Prevention is great. However, it’s equally if not more important to support individuals who experience sexual assault when prevention methods fall through.
My experience led me to think of others who are also dealing with life after sexual assault at UT. Were they experiencing the same frustrations I endured?
I created a survey for UT students to participate in to gain a deeper understanding of how sexual assault survivors need support.
54.8% of respondents said that they had not heard about support groups for survivors of domestic violence or sexual assault.
89% of respondents said if there were more support resources, such as support groups or an increase in counselors on campus, they would utilize these resources.
93.5% of respondents said that they feel that UT offers more support for the prevention of assault than support for individuals encountering traumatic experiences.
While this was only a small population of the university, it puts into perspective what students on our campus feel about the so-called “endless resources” our campus provides.
I love the University of Tennessee, and I know they try to make every student's experience unique and formative to their 4 years in college. However, I know that our staff, our faculty and the entire student body can do more to provide education, awareness and support for survivors.

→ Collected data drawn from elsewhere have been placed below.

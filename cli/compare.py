"""``shapedesc compare``: group comparison of shape spectra (and point-wise shape).

INPUT is the OUTDIR of ``shapedesc describe`` (its ``spectra.tsv`` and, when present,
``coefficients/``) or a spectra table directly.  Per structure: a GLM of the log
normalised energy of each tested degree on the group and covariates, Freedman–Lane
permutation p-values, max-statistic FWER and Benjamini–Hochberg q across degrees,
Hedges' g with bootstrap intervals, a global multivariate test, cross-validated
separability (ROC AUC; separability, not diagnosis), a PCA shape space and, when
coefficients are available, per-vertex tests of normal displacement on the
correspondence icosphere.

Outputs in STATSDIR: degree_tests.tsv, global_test.tsv, classification.tsv,
pca/variance_explained.tsv, pca/mode_scores.tsv (+ pca/*.surf.gii mode surfaces),
vertex_tests.gii and mean_surface*.surf.gii (one structure; ``_<structure>`` suffixes for
several), spectra_harmonised.tsv with --site, compare.json.  Research use only.
"""

from __future__ import annotations

import argparse

from shapedesc import defaults

HELP = "compare groups: per-degree and global tests, effect sizes, shape space, point-wise maps"


def _csv(text: str | None) -> list[str]:
    return [t.strip() for t in text.split(",") if t.strip()] if text else []


def add_parser(subparsers) -> argparse.ArgumentParser:
    p = subparsers.add_parser(
        "compare", help=HELP, description=HELP + ". " + __doc__.split("\n\n", 1)[1],
        formatter_class=argparse.RawDescriptionHelpFormatter)
    p.add_argument("input", metavar="OUTDIR_or_spectra.tsv",
                   help="OUTDIR of `shapedesc describe`, or its spectra.tsv")
    p.add_argument("-o", "--outdir", required=True, metavar="STATSDIR", help="output folder")
    p.add_argument("--group", required=True, metavar="COLUMN", help="column holding the group")
    p.add_argument("--levels", metavar="A,B", default=None,
                   help="levels to compare, reference first (two: t test of B - A; more: F)")
    p.add_argument("--covariates", metavar="a,b", default=None,
                   help="covariate columns (numeric ones centred, text ones treatment coded)")
    p.add_argument("--categorical", metavar="a,b", default=None,
                   help="numeric covariates to treat as categorical (e.g. a scanner code)")
    p.add_argument("--structure", metavar="NAME", action="append", dest="structures",
                   help="structure to analyse (repeat for several; default: all)")
    p.add_argument("--degrees", metavar="2-15", default=None,
                   help=f"degrees to test (default {defaults.DEFAULT_FIRST_TEST_DEGREE} to the largest)")
    p.add_argument("--permutations", type=int, default=defaults.DEFAULT_PERMUTATIONS, metavar="N",
                   help=f"Freedman-Lane permutations (default {defaults.DEFAULT_PERMUTATIONS})")
    p.add_argument("--bootstrap", type=int, default=defaults.DEFAULT_BOOTSTRAP, metavar="N",
                   help=f"bootstrap resamples for Hedges' g intervals (default {defaults.DEFAULT_BOOTSTRAP})")
    p.add_argument("--classification-permutations", type=int, metavar="N",
                   default=defaults.DEFAULT_CLASSIFICATION_PERMUTATIONS,
                   help="label permutations for the separability p-value "
                        f"(default {defaults.DEFAULT_CLASSIFICATION_PERMUTATIONS})")
    p.add_argument("--seed", type=int, default=defaults.DEFAULT_SEED, metavar="S",
                   help=f"random seed (default {defaults.DEFAULT_SEED}); same seed, same outputs")
    p.add_argument("--site", metavar="COLUMN", default=None,
                   help="harmonise across sites with ComBat first; permute within sites")
    p.add_argument("--modes", type=int, default=defaults.DEFAULT_PCA_MODES, metavar="K",
                   help=f"PCA modes to report (default {defaults.DEFAULT_PCA_MODES})")
    p.add_argument("--no-pointwise", action="store_true",
                   help="skip the per-vertex tests even when coefficients are available")
    p.add_argument("--smoothing", type=float, default=0.0, metavar="S",
                   help="heat-kernel bandwidth of the reconstructions for point-wise tests")
    p.add_argument("--force", action="store_true", help="replace outputs in STATSDIR")
    return p


def run(args: argparse.Namespace) -> int:
    from shapedesc.stats.study import compare_study

    compare_study(
        args.input, args.outdir, group=args.group, levels=_csv(args.levels) or None,
        covariates=_csv(args.covariates), categorical=_csv(args.categorical),
        structures=args.structures, degrees=args.degrees, n_permutations=args.permutations,
        n_bootstrap=args.bootstrap, classification_permutations=args.classification_permutations,
        seed=args.seed, site=args.site, n_modes=args.modes, pointwise=not args.no_pointwise,
        smoothing=args.smoothing, force=args.force)
    return 0
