"""Assortments: a store layout shared by many items, and bulk uploads of its items."""

from __future__ import annotations

import codecs
from collections.abc import Callable, Iterator, Sequence
from contextlib import contextmanager
from typing import Annotated, Any

from fastapi import APIRouter, Query, Request, Response, status
from fastapi.concurrency import run_in_threadpool
from sqlalchemy.exc import IntegrityError
from sqlalchemy.orm import Session

from service import assortments
from service.api.deps import Reader, SessionDep, SettingsDep, Writer, id_path, media_type
from service.api.schemas.assortments import (
    AssortmentCreate,
    AssortmentOut,
    ItemOut,
    ItemPage,
    ItemsStoredOut,
    ItemStates,
    LayoutUpdate,
)
from service.api.versions import IfMatch, check_if_match, etag
from service.assortment_spec import ItemSpec, Layout
from service.assortments import Assortment
from service.errors import ClosingCountsError, ItemUploadError
from service.item_upload import (
    ParsedItem,
    parse_csv,
    parse_json_document,
    parse_json_lines,
)
from service.problems import (
    PROBLEM_RESPONSES,
    ApiProblem,
    Conflict,
    InvalidInput,
    NotFound,
    UnsupportedMedia,
)

router = APIRouter(prefix="/v1/assortments", tags=["assortments"])

AssortmentId = Annotated[int, id_path("The assortment's id.")]

_CSV_EXAMPLE = (
    "item,location,capacity,unit_margin,holding_cost,demand_mean,demand_variance,"
    "replenishment_mean,unit_volume\n"
    "DRL-18V,harbour,12,38.5,0.2,1.4,2.6,1.2,0.02\n"
    "DRL-18V,old-town,8,38.5,0.2,0.9,,1.1,0.02\n"
    "DRL-18V,ring-road,10,38.5,0.2,1.1,,0.8,0.02\n"
)


def bulk_upload_doc(csv_example: str, member: str, model: str | None = None) -> dict[str, Any]:
    """The request body of a bulk upload for the OpenAPI document: CSV (with `csv_example`),
    JSON lines, or one JSON document `{member: [...]}` whose members are of the component
    schema `model` (service.api.docs.UPLOAD_MODELS puts it in the document), or any object."""
    member_schema = (
        {"type": "object"} if model is None else {"$ref": f"#/components/schemas/{model}"}
    )
    return {
        "requestBody": {
            "required": True,
            "content": {
                "text/csv": {"schema": {"type": "string"}, "example": csv_example},
                "application/x-ndjson": {"schema": {"type": "string"}},
                "application/json": {
                    "schema": {
                        "type": "object",
                        "properties": {member: {"type": "array", "items": member_schema}},
                        "required": [member],
                    }
                },
            },
        }
    }


_UPLOAD_DOC = bulk_upload_doc(_CSV_EXAMPLE, "items", ItemSpec.__name__)


class UploadTooLarge(ApiProblem):
    status, slug, title = 413, "body-too-large", "Request body too large"


def find_or_404(session: Session, tenant_id: int, assortment_id: int) -> Assortment:
    """The tenant's live assortment, or 404 (another tenant's looks exactly like a missing one)."""
    assortment = assortments.find_assortment(session, tenant_id, assortment_id)
    if assortment is None:
        raise NotFound(f"no assortment {assortment_id}")
    return assortment


def _items(session: Session, assortment: Assortment) -> list[ItemOut]:
    return [
        ItemOut.model_validate(item, from_attributes=True)
        for item in assortments.item_solves(session, assortment)
    ]


def _out(session: Session, assortment: Assortment) -> AssortmentOut:
    items = _items(session, assortment)
    counts = {
        state: sum(item.state == state for item in items)
        for state in ("ready", "waiting", "failed")
    }
    cutoff = assortment.closing_cutoff
    return AssortmentOut(
        id=assortment.id,
        name=assortment.name,
        layout_version=assortment.layout_version,
        criteria=assortments.criteria_of(assortment),
        mode=assortment.mode,
        closing_cutoff=cutoff.strftime("%H:%M") if cutoff is not None else "00:00",
        created_at=assortment.created_at,
        layout=assortments.layout_of(assortment),
        states=ItemStates(
            items=len(items),
            specifications=len({item.spec_hash for item in items}),
            **counts,
        ),
    )


@router.post("", status_code=status.HTTP_201_CREATED, response_model=AssortmentOut)
def create_assortment(
    body: AssortmentCreate, session: SessionDep, caller: Writer, response: Response
) -> AssortmentOut:
    """Store a layout of stores and lanes for many items; items follow with POST .../items."""
    assortment = assortments.create_assortment(
        session,
        caller.tenant_id,
        body.layout(),
        body.criteria,
        mode=body.mode,
        closing_cutoff=body.closing_cutoff,
    )
    response.headers["Location"] = f"/v1/assortments/{assortment.id}"
    return _out(session, assortment)


@router.get("", response_model=list[AssortmentOut])
def list_assortments(session: SessionDep, caller: Reader) -> list[AssortmentOut]:
    return [_out(session, a) for a in assortments.list_assortments(session, caller.tenant_id)]


@router.get("/{assortment_id}", response_model=AssortmentOut)
def get_assortment(
    assortment_id: AssortmentId, session: SessionDep, caller: Reader, response: Response
) -> AssortmentOut:
    """The layout and where its items' solves stand; ETag: the layout's version."""
    assortment = find_or_404(session, caller.tenant_id, assortment_id)
    response.headers["ETag"] = etag(assortment.layout_version)
    return _out(session, assortment)


@router.put("/{assortment_id}", response_model=ItemsStoredOut)
def update_layout(
    assortment_id: AssortmentId,
    body: LayoutUpdate,
    session: SessionDep,
    caller: Writer,
    settings: SettingsDep,
    response: Response,
    if_match: IfMatch = None,
) -> ItemsStoredOut:
    """The next layout (If-Match: the current `layout_version`): lanes, costs, limits, trucks,
    time zone, discount; the stores and the name stay. Every item is composed on it at once,
    a new version (and its solves) where its specification changes."""
    assortment = find_or_404(session, caller.tenant_id, assortment_id)
    check_if_match(assortment.id, assortment.layout_version, if_match, what="assortment")
    try:
        with session.begin_nested():
            stored = assortments.update_layout(
                session, assortment, body.layout(), settings.size_limits
            )
    except ItemUploadError as exc:
        raise refused("upload", exc.errors) from exc
    response.headers["ETag"] = etag(assortment.layout_version)
    return _stored_out(assortment.id, stored)


@router.get("/{assortment_id}/items", response_model=ItemPage)
def list_items(
    assortment_id: AssortmentId,
    session: SessionDep,
    caller: Reader,
    after: Annotated[str | None, Query(description="Item code the page starts after.")] = None,
    limit: Annotated[int, Query(ge=1, le=5_000, description="Items per page.")] = 1_000,
    state: Annotated[
        str | None, Query(description="Only items in this state (ready, waiting, failed).")
    ] = None,
) -> ItemPage:
    """Items in code order with their networks, versions and solve states."""
    items = _items(session, find_or_404(session, caller.tenant_id, assortment_id))
    chosen = [
        item
        for item in items
        if (after is None or item.item > after) and (state is None or item.state == state)
    ]
    page = chosen[:limit]
    return ItemPage(items=page, next_after=page[-1].item if len(chosen) > limit else None)


async def read_lines(request: Request, limit: int) -> list[str]:
    """The body's text lines, decoded as they arrive; 413 past `limit` bytes."""
    decoder = codecs.getincrementaldecoder("utf-8-sig")()
    lines: list[str] = []
    pending = ""
    size = 0
    try:
        async for chunk in request.stream():
            size += len(chunk)
            if size > limit:
                raise UploadTooLarge(f"uploads are limited to {limit:,} bytes", limit=limit)
            text = pending + decoder.decode(chunk)
            parts = text.splitlines(keepends=True)
            pending = parts.pop() if parts and not parts[-1].endswith(("\n", "\r")) else ""
            lines += [part.rstrip("\r\n") for part in parts]
        tail = pending + decoder.decode(b"", final=True)
    except UnicodeDecodeError as exc:
        raise InvalidInput("the body is not UTF-8", [("", "not UTF-8")]) from exc
    if tail:
        lines.append(tail.rstrip("\r\n"))
    return lines


def _stored_out(assortment_id: int, stored: assortments.ItemsStored) -> ItemsStoredOut:
    return ItemsStoredOut(
        assortment_id=assortment_id,
        received=stored.received,
        created=stored.created,
        updated=stored.updated,
        unchanged=stored.unchanged,
        specifications=stored.specifications,
        jobs_queued=len(stored.jobs),
    )


def refused(
    what: str, problems: Sequence[tuple[str, str]], *, listed: int | None = None
) -> InvalidInput:
    """422 for an upload refused whole (`what`: "upload", "report"): how many problems, the
    first, and each problem by pointer (the first `listed` of them)."""
    where, text = problems[0]
    return InvalidInput(
        f"the {what} was refused and nothing of it stored: {len(problems)} problem(s), "
        f"the first at {where or 'the top'}: {text}",
        list(problems[:listed]),
    )


@contextmanager
def storing_whole(session: Session, what: str, conflict: str) -> Iterator[None]:
    """Stores an upload (`what`: "upload", "report") all or nothing, in a savepoint: one refused
    (ItemUploadError, ClosingCountsError) answers 422 with every problem, one racing another
    write of the same rows 409 saying `conflict`."""
    try:
        with session.begin_nested():
            yield
    except (ItemUploadError, ClosingCountsError) as exc:
        raise refused(what, exc.errors) from exc
    except IntegrityError as exc:
        raise Conflict(conflict) from exc


@router.post(
    "/{assortment_id}/items",
    response_model=ItemsStoredOut,
    openapi_extra=_UPLOAD_DOC,
    responses={413: PROBLEM_RESPONSES[413], 415: PROBLEM_RESPONSES[415]},
)
async def upload_items(
    assortment_id: AssortmentId,
    request: Request,
    session: SessionDep,
    caller: Writer,
    settings: SettingsDep,
) -> ItemsStoredOut:
    """Create or update items in bulk: CSV (a row per item and location), JSON lines (an item
    per line) or `{"items": [...]}`. All or nothing: any bad row refuses the whole upload with
    every problem's line; items whose numbers did not change keep their version."""
    media = media_type(request)
    parsers: dict[str, Callable[[list[str], Layout], list[ParsedItem]]] = {
        "text/csv": parse_csv,
        "application/x-ndjson": parse_json_lines,
        "application/jsonl": parse_json_lines,
        "application/json": lambda lines, layout: parse_json_document(
            "\n".join(lines).encode("utf-8"), layout
        ),
    }
    if media not in parsers:
        raise UnsupportedMedia(
            f"send text/csv, application/x-ndjson or application/json, not {media}"
        )
    lines = await read_lines(request, settings.max_upload_bytes)

    def work() -> ItemsStoredOut:
        assortment = find_or_404(session, caller.tenant_id, assortment_id)
        layout = assortments.layout_of(assortment)
        conflict = (
            "another upload or network took some of these items' names at the same moment "
            f"(networks are named {assortment.name}/<item>); send the upload again"
        )
        with storing_whole(session, "upload", conflict):
            parsed = parsers[media](lines, layout)
            stored = assortments.store_items(session, assortment, parsed, settings.size_limits)
        return _stored_out(assortment.id, stored)

    return await run_in_threadpool(work)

My name is McKenna Norris and I’m a survivor.
Not only am I a survivor, but I have paved my own healing. I’ve done a lot of repairing for what broke that night. This experience has allowed me to be more resilient and outspoken about my boundaries and what I chose to do with my life and my body.
I am now advocating not only for myself but others in my position. I refuse to see the campus continue on like this and for this to be a disadvantage for survivors as long as I’m a student here.
I leave you with something my therapist tells me: healing is not linear. It takes time and you are so much stronger than you think.